AWS Redshift - Copy data from s3 with wildcard

17k views Asked by At

I am trying to copy data from S3 bucket into Redshift using copy command. When I pass the exact file name in copy command it works perfectly fine but when I use wildcard (*) in my from clause it throws an error - "The specified S3 prefix 'suiteX*' does not exist;"

All my files follow this naming convention - SuiteX_Date_Hour.csv for example - SuiteX-20150101-1.csv

Here is my copy command that works :

copy mytable from 's3://mybucket/suiteX_20150101_1.csv'
CREDENTIALS 'aws_access_key_id=XXXXX;aws_secret_access_key=XXXX'
delimiter ',' REGION AS 'us-east-1';

Here is the copy command that does not work:

copy mytable from 's3://mybucket/suiteX*'
CREDENTIALS 'aws_access_key_id=XXXXX;aws_secret_access_key=XXXX' 
delimiter ',' REGION AS 'us-east-1';

Any idea how can make copy command to work with wildcard when I copy data from S3 ?

2

There are 2 answers

1
Masashi M On

According to the Redshift docs, I don't think COPY command supports wildcard for s3 file source path.

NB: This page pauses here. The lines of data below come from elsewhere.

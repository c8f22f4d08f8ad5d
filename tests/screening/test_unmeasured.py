"""A sheet without vapour pressure: its fitted composition has numbers everywhere, and none of them is told as known."""

from __future__ import annotations

import math
from dataclasses import replace

import pytest

from screener.screening import screen
from screener.states.previous import classed
from tests.screening.sample import LIGHT, blend, case, tank
from tests.screening.sheets import with_figure

OIL = {"n-undecane": 0.5, "n-dodecane": 0.5}
BARE = tank(contents=None, previous_contents="summer gasoline base")


def silent(parts):
    """A blend whose sheet held no vapour pressure."""
    return replace(blend(parts), vapour_pressure_known=False)


def of(result) -> dict:
    return {f.id: f for f in result.findings}


@pytest.fixture(scope="module")
def heavy():
    return screen(case(blend=silent(OIL), tank=BARE)), screen(case(blend=blend(OIL), tank=BARE))


def test_a_flash_point_of_an_unmeasured_light_end_is_unknown_however_high(heavy):
    found, known = (of(one)["fire.flash-point"] for one in heavy)
    assert known.verdict in ("room", "near")  # what the number alone would say
    assert found.verdict == "unknown" and found.limit_high is None
    assert "neither a flash point nor a vapour pressure" in found.reason


def test_an_unmeasured_liquid_is_not_said_to_flash_below_23_degC():
    plain, doubtful = (of(screen(case(blend=b, tank=BARE)))["fire.flash-point"] for b in (blend(LIGHT), silent(LIGHT)))
    assert plain.verdict == "skipped" and "below 23 degC" in plain.reason
    assert doubtful.verdict == "unknown"


def test_a_measured_flash_point_stands_without_a_vapour_pressure():
    fitted = with_figure(silent(OIL), "flash_point", 390.0, 389.0, 3.0)
    assert of(screen(case(blend=fitted, tank=BARE)))["fire.flash-point"].verdict in ("room", "near")


def test_switch_loading_is_not_skipped_by_a_vapour_class_nobody_measured(heavy):
    found, known = (of(one)["switch-loading"] for one in heavy)
    assert known.verdict != "unknown"
    assert found.verdict == "unknown" and "laboratory sheet" in found.reason
    T, P, name = classed(silent(LIGHT))
    assert math.isnan(T) and math.isnan(P) and name == "unknown"


def test_figures_of_an_unmeasured_light_end_say_so(heavy):
    doubtful, known = heavy
    for row in doubtful.information:
        assert "holds no vapour pressure" in row.note, row.title
    assert not any("holds no vapour pressure" in row.note for row in known.information)
    classes = [f.value for row in doubtful.information for f in row.facts if f.label.endswith(" class")]
    assert classes and set(classes) == {"unknown"}
    assert "ladder" in known.curve and "ladder" not in doubtful.curve


def test_what_would_be_beyond_on_an_unmeasured_vapour_pressure_is_unknown_and_says_so():
    found, known = (of(screen(case(blend=b, tank=BARE))) for b in (silent(LIGHT), blend(LIGHT)))
    beyond = [f.id for f in known.values() if f.verdict == "beyond" and f.id.startswith("vapour-pressure")]
    assert beyond
    for key in beyond:
        assert found[key].verdict == "unknown" and found[key].value is not None
        assert "wrong side" in found[key].reason and "holds no vapour pressure" in found[key].reason


def test_poison_in_an_unmeasured_vapour_is_still_told():
    """A toxic vapour rests on the share of one species, not on the light end: beyond stays, with what is doubtful."""
    found, known = (
        of(screen(case(blend=b, tank=tank(contents=None, open_gauging=True))))["exposure.hatch"]
        for b in (silent(LIGHT), blend(LIGHT))
    )
    assert found.verdict == known.verdict == "beyond"
    assert "light end" in found.reason and "light end" not in known.reason


def test_settled_water_is_near_at_best_and_takes_no_receipt_beyond():
    """Settled water adds its own vapour pressure and no more: held together with the fuel it counts for far more."""
    wet = {name: 0.95 * share for name, share in LIGHT.items()} | {"water": 0.05}
    found, dry = (of(screen(case(blend=blend(parts), tank=BARE))) for parts in (wet, LIGHT))
    for key in ("boiling.surface", "receipt.flash"):
        assert dry[key].verdict == "room" and found[key].verdict == "near", key
        assert "splits into two" in found[key].reason, key
        assert dry[key].value < found[key].value < 1.2 * dry[key].value, key
    given_off = next(f for f in found["receipt.flash"].facts if f.label.startswith("vapour fraction by moles, isothermal"))
    assert given_off.value == 0.0
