"""The declared front door is the real one."""

from __future__ import annotations

import importlib

import pytest


@pytest.mark.parametrize(
    "name", ["screener", "screener.equilibrium", "screener.species", "screener.volatility", "screener.fire", "screener.blends",
             "screener.casefile", "screener.screening", "screener.memo"]
)  # fmt: skip
def test_every_declared_name_exists(name):
    module = importlib.import_module(name)
    assert module.__all__, f"{name} declares nothing"
    for item in module.__all__:
        assert getattr(module, item) is not None


def test_the_names_outside_checks_call():
    from screener import screen
    from screener.blends import Blend
    from screener.casefile import read_case, write_case
    from screener.equilibrium import (
        Fluid,
        bubble_pressure,
        bubble_temperature,
        dew_pressure,
        dew_temperature,
        flash_tp,
        rachford_rice,
        stability,
    )
    from screener.volatility import (
        distillation,
        dvpe,
        ratio_temperature,
        reid_vapour_pressure,
        true_vapour_pressure,
        vapour_pressure_at_ratio,
    )

    names = (screen, Blend, read_case, write_case, Fluid, bubble_pressure, bubble_temperature, dew_pressure,
             dew_temperature, flash_tp, rachford_rice, stability, distillation, dvpe, ratio_temperature,
             reid_vapour_pressure, true_vapour_pressure, vapour_pressure_at_ratio)  # fmt: skip
    assert all(callable(name) for name in names)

Instead, you can specify a bucket directory as follows.

copy data
from 's3://mybucket/data/'
credentials 'aws_access_key_id=<access-key-id>;aws_secret_access_key=<secret-access-key>'; 

In this case, the files under data/ directory will be copied to Redshift.

0
d5ve On

The redshift COPY command doesn't have an explicit wildcard syntax. The object path you provide is treated like a prefix, and any matching objects will be COPY-ed. If the object path matches multiple folders, all objects in all those folders will be COPY-ed.

You should be able to get it to work for your example with:

copy mytable
from s3://mybucket/suiteX' 
CREDENTIALS 'aws_access_key_id=XXXXX;aws_secret_access_key=XXXX' 
delimiter ',' 
REGION AS 'us-east-1';

The relevent section from the COPY from Amazon S3 docs says:

FROM 's3://copy_from_s3_objectpath'

Specifies the path to the Amazon S3 objects that contain the data—for example, 's3://mybucket/cust.txt'. The s3://copy_from_s3_objectpath parameter can reference a single file or a set of objects or folders that have the same key prefix. For example, the name custdata.txt is a key prefix that refers to a number of physical files: custdata.txt.1, custdata.txt.2, and so on. The key prefix can also reference a number of folders. For example, 's3://mybucket/custfolder' refers to the folders custfolder_1, custfolder_2, and so on. If a key prefix references multiple folders, all of the files in the folders will be loaded.